= Beginning of Section =

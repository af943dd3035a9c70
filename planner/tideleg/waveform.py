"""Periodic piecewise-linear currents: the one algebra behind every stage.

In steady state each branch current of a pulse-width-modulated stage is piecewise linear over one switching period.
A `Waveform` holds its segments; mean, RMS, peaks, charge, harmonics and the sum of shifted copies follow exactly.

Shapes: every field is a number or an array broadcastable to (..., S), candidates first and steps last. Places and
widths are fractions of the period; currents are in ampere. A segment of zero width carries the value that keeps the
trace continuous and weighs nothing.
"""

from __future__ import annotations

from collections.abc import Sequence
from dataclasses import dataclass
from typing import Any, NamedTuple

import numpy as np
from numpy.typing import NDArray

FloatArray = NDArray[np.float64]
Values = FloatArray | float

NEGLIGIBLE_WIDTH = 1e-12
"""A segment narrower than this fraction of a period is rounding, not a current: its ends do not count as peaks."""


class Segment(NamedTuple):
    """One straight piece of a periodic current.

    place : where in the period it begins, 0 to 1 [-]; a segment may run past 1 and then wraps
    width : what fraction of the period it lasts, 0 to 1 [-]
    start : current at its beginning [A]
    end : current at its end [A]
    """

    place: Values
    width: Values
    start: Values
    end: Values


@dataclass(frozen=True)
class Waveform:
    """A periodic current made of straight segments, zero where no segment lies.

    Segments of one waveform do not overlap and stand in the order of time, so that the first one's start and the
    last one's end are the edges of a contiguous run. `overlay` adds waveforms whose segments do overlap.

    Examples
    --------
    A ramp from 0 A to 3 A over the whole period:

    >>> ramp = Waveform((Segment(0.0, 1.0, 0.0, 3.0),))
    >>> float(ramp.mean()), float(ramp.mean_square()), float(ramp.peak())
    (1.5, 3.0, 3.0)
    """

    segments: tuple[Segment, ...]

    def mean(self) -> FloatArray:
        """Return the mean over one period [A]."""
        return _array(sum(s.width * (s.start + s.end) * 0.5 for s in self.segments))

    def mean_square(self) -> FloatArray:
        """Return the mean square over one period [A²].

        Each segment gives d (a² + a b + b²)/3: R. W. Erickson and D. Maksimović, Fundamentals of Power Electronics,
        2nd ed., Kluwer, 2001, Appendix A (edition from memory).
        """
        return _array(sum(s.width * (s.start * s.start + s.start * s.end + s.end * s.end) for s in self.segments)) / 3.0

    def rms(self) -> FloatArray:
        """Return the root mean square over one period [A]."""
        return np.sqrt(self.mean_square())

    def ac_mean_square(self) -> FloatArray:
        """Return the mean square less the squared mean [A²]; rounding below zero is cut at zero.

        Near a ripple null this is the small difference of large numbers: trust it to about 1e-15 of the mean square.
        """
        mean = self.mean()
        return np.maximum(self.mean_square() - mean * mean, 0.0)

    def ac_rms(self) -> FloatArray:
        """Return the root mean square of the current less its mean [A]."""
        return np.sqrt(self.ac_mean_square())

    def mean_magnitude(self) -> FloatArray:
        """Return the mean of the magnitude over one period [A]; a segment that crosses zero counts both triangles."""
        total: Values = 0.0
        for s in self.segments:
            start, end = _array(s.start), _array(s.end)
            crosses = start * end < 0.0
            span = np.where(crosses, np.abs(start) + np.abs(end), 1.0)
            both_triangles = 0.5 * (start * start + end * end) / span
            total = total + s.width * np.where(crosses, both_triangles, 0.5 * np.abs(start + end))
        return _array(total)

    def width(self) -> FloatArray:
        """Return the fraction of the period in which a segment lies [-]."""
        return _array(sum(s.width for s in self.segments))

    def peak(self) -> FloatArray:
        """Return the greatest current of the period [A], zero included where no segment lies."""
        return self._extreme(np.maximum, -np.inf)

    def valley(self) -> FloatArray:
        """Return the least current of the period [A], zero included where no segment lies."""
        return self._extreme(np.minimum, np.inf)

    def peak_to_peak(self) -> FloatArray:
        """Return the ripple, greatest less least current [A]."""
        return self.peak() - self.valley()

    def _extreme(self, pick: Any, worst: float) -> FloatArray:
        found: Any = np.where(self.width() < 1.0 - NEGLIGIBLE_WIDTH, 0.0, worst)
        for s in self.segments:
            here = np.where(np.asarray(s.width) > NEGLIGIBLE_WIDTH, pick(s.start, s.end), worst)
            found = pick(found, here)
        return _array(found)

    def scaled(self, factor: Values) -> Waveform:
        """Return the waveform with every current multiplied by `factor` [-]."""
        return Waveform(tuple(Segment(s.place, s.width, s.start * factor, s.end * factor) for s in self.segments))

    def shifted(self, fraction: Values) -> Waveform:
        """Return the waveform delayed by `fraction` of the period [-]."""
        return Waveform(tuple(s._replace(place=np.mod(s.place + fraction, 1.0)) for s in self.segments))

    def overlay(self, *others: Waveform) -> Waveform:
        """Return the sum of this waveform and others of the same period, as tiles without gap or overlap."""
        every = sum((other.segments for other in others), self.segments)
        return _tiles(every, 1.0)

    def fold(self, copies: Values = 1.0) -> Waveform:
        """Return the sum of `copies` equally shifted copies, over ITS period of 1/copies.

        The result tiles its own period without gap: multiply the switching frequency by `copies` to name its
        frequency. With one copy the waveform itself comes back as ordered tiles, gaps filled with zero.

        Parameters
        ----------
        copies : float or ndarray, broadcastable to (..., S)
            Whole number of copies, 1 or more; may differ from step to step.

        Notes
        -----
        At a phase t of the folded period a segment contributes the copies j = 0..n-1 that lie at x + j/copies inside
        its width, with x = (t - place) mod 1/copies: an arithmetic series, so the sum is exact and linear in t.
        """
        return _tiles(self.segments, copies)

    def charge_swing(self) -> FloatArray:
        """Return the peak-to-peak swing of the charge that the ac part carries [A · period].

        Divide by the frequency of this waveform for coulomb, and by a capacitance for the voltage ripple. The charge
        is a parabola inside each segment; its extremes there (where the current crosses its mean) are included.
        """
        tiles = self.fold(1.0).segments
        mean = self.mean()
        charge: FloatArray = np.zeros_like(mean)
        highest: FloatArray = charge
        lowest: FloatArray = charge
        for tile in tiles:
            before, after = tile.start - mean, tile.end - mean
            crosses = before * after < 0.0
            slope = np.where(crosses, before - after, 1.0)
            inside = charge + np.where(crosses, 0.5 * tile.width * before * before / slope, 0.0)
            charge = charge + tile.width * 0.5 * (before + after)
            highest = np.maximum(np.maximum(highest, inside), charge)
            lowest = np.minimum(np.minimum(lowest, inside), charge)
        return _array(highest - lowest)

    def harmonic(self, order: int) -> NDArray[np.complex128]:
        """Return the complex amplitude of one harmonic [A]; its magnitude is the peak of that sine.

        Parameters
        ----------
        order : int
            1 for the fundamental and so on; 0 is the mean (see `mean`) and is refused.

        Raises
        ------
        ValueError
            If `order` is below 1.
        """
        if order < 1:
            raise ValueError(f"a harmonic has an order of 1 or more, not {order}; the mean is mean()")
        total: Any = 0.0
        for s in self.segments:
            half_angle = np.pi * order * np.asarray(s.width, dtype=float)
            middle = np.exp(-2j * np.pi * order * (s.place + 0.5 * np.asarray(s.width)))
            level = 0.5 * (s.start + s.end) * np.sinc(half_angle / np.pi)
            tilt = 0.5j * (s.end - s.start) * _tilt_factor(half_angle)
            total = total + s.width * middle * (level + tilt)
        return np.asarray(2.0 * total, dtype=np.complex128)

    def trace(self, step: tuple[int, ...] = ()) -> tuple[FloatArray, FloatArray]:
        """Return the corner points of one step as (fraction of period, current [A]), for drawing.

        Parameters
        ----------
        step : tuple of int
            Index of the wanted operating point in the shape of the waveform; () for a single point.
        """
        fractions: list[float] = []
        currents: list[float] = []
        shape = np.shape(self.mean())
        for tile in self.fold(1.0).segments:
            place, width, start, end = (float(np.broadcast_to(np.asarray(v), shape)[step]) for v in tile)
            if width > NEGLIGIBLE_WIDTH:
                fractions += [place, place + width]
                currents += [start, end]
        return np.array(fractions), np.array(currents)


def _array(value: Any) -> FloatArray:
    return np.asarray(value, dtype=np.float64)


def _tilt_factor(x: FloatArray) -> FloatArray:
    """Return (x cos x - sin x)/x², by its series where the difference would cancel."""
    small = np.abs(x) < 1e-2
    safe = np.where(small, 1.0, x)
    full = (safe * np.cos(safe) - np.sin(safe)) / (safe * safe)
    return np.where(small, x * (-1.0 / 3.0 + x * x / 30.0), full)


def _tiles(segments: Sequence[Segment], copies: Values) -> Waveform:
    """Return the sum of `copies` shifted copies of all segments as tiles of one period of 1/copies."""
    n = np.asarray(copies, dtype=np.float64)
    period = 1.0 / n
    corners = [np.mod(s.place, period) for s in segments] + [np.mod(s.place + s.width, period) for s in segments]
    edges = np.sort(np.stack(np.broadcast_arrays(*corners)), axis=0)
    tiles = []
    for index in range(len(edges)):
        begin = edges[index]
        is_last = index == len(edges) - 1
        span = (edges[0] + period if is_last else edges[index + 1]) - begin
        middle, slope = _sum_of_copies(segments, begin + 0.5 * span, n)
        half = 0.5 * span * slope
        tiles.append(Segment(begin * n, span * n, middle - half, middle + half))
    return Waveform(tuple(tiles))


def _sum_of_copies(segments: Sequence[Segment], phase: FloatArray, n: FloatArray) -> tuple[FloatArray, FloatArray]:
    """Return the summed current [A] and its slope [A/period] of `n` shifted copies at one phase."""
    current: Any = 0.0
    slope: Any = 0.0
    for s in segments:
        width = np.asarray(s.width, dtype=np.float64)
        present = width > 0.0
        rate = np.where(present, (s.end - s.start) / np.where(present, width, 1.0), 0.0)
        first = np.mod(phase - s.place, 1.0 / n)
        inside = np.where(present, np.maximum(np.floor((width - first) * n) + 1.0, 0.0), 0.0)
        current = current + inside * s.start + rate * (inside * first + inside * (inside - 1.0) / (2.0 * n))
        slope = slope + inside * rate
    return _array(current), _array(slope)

= End of Section =
= Beginning of Section =

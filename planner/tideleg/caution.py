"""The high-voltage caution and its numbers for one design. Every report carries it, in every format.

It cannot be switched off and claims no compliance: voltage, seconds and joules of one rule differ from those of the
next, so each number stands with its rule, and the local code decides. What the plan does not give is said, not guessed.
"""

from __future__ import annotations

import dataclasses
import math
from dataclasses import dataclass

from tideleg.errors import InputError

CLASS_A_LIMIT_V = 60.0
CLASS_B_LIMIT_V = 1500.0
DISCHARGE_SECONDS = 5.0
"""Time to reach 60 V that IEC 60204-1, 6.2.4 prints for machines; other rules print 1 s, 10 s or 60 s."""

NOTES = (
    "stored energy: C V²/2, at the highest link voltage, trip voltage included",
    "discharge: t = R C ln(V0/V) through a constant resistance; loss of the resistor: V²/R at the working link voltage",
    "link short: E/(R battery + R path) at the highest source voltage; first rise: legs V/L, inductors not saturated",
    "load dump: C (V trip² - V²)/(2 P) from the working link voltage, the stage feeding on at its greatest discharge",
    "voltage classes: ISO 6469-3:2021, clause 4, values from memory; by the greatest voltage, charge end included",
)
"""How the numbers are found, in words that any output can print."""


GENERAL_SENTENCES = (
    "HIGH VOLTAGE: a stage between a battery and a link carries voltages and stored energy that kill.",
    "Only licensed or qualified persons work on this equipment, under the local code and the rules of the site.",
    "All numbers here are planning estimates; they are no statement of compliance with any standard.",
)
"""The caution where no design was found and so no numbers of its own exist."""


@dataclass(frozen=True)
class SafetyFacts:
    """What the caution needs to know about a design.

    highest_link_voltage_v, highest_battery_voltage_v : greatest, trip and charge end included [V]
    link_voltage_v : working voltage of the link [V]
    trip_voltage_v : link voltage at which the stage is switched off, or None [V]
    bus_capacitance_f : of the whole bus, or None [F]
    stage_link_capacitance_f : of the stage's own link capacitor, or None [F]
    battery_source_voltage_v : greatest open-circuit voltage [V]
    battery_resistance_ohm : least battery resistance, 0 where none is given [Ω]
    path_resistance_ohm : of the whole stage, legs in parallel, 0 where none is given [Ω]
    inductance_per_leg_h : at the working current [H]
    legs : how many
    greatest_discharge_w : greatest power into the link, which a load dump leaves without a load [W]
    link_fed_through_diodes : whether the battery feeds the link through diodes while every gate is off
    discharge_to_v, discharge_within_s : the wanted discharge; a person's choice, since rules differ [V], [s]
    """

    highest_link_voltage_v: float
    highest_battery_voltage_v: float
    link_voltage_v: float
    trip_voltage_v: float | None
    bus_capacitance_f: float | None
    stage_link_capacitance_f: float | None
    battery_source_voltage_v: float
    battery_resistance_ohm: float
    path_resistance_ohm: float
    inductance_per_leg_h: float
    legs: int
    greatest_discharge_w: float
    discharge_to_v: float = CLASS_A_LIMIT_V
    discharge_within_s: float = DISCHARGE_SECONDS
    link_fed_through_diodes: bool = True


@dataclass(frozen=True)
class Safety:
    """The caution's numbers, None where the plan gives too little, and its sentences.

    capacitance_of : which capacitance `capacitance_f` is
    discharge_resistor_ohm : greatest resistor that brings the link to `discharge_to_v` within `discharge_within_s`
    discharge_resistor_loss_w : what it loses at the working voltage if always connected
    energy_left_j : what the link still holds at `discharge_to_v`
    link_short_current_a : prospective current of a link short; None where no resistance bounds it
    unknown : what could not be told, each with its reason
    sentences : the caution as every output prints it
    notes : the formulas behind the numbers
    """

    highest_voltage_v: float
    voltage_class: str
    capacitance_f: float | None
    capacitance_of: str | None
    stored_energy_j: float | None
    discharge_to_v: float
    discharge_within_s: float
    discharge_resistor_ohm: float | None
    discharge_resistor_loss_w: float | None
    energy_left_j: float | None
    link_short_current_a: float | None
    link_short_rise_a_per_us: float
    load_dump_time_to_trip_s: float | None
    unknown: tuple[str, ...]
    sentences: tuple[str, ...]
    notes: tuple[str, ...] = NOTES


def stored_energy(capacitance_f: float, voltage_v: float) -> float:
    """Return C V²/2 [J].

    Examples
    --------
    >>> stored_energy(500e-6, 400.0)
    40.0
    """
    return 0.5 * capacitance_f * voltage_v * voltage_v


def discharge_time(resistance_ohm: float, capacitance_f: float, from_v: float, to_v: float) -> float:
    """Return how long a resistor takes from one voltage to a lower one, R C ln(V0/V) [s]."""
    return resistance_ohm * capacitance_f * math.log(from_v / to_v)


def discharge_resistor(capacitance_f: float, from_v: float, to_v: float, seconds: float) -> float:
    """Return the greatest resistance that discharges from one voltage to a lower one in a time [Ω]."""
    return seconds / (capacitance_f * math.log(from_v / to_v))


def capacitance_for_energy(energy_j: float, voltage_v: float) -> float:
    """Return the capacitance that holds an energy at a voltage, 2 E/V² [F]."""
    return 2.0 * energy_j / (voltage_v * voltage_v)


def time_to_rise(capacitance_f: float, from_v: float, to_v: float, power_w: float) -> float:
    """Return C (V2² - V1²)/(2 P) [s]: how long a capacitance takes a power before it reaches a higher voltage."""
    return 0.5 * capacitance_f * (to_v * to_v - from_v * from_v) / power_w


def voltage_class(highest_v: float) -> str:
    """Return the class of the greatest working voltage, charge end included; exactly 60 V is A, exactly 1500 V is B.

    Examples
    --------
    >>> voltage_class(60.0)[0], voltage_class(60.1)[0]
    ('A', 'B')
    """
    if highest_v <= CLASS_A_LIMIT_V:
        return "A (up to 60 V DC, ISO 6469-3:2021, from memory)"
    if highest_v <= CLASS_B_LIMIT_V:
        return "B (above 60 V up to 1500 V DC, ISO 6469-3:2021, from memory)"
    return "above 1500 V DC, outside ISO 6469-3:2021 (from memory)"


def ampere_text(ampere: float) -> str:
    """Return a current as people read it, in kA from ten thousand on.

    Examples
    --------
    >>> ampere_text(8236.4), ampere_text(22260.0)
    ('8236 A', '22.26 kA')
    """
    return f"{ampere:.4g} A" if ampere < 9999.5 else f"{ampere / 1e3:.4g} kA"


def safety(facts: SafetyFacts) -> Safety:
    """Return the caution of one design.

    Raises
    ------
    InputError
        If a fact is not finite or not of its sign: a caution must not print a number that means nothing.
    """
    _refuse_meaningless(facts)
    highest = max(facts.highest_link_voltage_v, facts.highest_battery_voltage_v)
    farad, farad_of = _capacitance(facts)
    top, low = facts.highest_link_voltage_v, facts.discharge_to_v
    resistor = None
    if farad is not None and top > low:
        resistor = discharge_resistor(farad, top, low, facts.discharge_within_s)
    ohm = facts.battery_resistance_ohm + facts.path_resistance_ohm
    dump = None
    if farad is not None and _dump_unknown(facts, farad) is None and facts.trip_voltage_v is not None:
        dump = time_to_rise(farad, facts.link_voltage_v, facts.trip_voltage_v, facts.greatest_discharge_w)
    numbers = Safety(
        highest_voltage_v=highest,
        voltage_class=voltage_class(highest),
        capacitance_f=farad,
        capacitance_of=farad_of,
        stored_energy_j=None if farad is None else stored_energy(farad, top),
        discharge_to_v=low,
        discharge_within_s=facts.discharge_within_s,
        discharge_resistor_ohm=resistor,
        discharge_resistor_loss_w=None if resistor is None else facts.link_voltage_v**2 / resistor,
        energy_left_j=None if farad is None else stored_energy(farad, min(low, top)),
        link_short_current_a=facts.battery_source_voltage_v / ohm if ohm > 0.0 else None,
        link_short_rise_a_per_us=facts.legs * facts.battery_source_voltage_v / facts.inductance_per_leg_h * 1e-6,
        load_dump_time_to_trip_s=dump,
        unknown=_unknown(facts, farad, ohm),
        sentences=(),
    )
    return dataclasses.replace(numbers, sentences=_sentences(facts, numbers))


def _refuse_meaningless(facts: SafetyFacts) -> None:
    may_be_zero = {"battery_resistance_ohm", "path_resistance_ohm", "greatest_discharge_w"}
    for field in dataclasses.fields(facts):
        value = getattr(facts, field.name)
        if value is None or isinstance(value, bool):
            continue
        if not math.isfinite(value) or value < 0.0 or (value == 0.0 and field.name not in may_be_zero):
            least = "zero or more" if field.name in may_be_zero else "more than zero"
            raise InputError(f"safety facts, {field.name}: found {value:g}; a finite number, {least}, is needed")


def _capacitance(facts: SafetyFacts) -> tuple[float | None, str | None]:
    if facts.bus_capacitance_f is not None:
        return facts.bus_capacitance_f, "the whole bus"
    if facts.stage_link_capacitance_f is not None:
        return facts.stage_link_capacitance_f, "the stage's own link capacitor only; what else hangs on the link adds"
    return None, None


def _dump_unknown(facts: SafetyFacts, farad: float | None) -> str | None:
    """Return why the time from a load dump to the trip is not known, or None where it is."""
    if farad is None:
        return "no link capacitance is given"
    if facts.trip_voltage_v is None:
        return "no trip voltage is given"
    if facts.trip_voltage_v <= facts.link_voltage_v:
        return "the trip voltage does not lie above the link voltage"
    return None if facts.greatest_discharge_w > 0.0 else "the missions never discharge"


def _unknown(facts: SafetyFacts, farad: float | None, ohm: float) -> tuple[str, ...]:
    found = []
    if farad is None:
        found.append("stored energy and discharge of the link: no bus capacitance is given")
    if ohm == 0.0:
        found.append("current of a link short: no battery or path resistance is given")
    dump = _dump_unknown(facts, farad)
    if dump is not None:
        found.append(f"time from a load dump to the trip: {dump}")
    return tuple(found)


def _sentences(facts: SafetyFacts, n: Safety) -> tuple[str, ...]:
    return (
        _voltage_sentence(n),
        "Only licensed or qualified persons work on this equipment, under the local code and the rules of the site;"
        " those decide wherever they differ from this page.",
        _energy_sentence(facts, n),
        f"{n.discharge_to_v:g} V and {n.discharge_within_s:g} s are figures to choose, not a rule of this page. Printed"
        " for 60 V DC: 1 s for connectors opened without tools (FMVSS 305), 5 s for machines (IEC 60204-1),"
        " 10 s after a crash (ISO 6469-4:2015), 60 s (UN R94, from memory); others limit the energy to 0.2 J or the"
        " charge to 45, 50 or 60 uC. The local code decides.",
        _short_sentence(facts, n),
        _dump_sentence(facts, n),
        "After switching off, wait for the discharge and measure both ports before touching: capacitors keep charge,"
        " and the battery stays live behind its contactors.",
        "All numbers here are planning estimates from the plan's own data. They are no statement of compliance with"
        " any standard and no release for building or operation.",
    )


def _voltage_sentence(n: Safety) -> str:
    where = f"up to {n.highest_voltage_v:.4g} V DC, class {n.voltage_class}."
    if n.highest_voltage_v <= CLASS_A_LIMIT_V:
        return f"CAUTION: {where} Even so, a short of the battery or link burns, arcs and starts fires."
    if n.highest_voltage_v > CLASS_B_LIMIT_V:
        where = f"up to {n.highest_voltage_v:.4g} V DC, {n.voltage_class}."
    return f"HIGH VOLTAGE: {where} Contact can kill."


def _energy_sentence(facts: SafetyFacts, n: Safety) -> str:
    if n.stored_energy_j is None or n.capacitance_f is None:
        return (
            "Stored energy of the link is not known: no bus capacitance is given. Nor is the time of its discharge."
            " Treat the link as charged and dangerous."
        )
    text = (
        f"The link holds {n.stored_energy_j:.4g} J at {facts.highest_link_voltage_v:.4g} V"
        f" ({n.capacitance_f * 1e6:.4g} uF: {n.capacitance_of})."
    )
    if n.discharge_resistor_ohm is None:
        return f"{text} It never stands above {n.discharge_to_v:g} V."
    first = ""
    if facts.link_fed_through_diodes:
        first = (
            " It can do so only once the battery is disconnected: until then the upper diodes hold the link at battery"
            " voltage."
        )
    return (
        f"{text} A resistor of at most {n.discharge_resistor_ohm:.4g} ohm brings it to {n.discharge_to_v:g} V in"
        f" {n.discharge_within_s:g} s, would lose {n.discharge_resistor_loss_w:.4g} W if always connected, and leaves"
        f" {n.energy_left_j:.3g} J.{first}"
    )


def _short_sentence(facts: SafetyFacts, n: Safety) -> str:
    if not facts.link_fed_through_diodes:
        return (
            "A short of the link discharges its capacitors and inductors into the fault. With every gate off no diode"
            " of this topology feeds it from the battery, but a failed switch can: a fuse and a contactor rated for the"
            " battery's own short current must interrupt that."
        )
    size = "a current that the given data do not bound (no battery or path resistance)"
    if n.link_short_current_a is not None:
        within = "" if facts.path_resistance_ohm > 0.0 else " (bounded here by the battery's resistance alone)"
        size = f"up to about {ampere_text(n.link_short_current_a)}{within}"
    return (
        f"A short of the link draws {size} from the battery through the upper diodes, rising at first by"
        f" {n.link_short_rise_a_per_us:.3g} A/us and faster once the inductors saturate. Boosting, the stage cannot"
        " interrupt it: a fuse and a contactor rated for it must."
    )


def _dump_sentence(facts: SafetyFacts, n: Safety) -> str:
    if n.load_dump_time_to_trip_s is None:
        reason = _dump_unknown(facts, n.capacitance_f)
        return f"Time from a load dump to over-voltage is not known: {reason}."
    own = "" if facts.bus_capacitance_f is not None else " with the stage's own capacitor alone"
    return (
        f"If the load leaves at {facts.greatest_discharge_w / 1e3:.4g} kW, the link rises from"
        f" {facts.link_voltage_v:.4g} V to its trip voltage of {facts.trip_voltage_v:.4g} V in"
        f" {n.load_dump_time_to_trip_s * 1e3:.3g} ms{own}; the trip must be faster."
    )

= End of Section =
= Beginning of Section =

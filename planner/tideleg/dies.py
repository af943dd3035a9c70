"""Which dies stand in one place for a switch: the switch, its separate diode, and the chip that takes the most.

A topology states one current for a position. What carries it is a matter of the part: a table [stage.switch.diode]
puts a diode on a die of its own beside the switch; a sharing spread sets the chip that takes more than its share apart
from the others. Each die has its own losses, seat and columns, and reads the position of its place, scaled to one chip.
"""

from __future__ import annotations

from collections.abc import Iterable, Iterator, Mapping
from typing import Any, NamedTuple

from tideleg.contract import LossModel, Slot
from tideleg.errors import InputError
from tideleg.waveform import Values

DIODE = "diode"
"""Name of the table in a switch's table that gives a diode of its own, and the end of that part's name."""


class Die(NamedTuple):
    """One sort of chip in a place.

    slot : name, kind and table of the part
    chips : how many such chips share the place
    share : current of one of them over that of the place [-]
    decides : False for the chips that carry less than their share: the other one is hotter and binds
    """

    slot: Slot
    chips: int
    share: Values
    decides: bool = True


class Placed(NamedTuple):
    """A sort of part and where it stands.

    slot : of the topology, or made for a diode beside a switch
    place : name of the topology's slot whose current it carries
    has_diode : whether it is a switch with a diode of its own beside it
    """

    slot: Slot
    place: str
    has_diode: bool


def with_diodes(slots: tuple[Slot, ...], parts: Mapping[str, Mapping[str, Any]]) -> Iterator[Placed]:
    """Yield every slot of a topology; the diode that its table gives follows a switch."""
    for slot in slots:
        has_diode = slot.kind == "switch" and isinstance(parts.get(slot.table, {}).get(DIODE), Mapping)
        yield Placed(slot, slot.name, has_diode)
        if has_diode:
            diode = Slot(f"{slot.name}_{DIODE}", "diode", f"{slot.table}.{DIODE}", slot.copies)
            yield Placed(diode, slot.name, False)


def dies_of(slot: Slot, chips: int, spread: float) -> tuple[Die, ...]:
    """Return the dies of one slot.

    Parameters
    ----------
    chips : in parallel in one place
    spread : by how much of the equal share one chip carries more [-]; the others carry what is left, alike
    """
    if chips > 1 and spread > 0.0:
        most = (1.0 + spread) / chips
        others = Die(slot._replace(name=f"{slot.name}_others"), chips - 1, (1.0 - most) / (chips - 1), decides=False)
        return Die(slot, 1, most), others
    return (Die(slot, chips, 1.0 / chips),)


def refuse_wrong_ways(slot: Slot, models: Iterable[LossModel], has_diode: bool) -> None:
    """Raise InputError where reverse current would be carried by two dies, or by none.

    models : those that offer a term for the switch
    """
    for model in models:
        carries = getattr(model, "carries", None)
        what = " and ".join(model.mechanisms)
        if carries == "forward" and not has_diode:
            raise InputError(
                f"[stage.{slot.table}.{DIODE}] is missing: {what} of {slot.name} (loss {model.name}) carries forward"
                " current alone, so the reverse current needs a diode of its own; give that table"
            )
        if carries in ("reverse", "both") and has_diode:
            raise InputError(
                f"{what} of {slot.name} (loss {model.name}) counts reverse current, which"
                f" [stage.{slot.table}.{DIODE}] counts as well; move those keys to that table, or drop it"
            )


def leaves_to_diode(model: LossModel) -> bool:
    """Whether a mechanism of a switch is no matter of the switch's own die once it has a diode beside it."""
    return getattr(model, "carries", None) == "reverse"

= End of Section =

> **Exercise**
In the data above, find the line that contains "battery_source_voltage_v : greatest" and the line that contains "discharge_resistor_ohm : greatest". Repeat exactly those lines and every line between them, and only those.

> **Problem solution**
    battery_source_voltage_v : greatest open-circuit voltage [V]
    battery_resistance_ohm : least battery resistance, 0 where none is given [Ω]
    path_resistance_ohm : of the whole stage, legs in parallel, 0 where none is given [Ω]
    inductance_per_leg_h : at the working current [H]
    legs : how many
    greatest_discharge_w : greatest power into the link, which a load dump leaves without a load [W]
    link_fed_through_diodes : whether the battery feeds the link through diodes while every gate is off
    discharge_to_v, discharge_within_s : the wanted discharge; a person's choice, since rules differ [V], [s]
    """

    highest_link_voltage_v: float
    highest_battery_voltage_v: float
    link_voltage_v: float
    trip_voltage_v: float | None
    bus_capacitance_f: float | None
    stage_link_capacitance_f: float | None
    battery_source_voltage_v: float
    battery_resistance_ohm: float
    path_resistance_ohm: float
    inductance_per_leg_h: float
    legs: int
    greatest_discharge_w: float
    discharge_to_v: float = CLASS_A_LIMIT_V
    discharge_within_s: float = DISCHARGE_SECONDS
    link_fed_through_diodes: bool = True


@dataclass(frozen=True)
class Safety:
    """The caution's numbers, None where the plan gives too little, and its sentences.

    capacitance_of : which capacitance `capacitance_f` is
    discharge_resistor_ohm : greatest resistor that brings the link to `discharge_to_v` within `discharge_within_s`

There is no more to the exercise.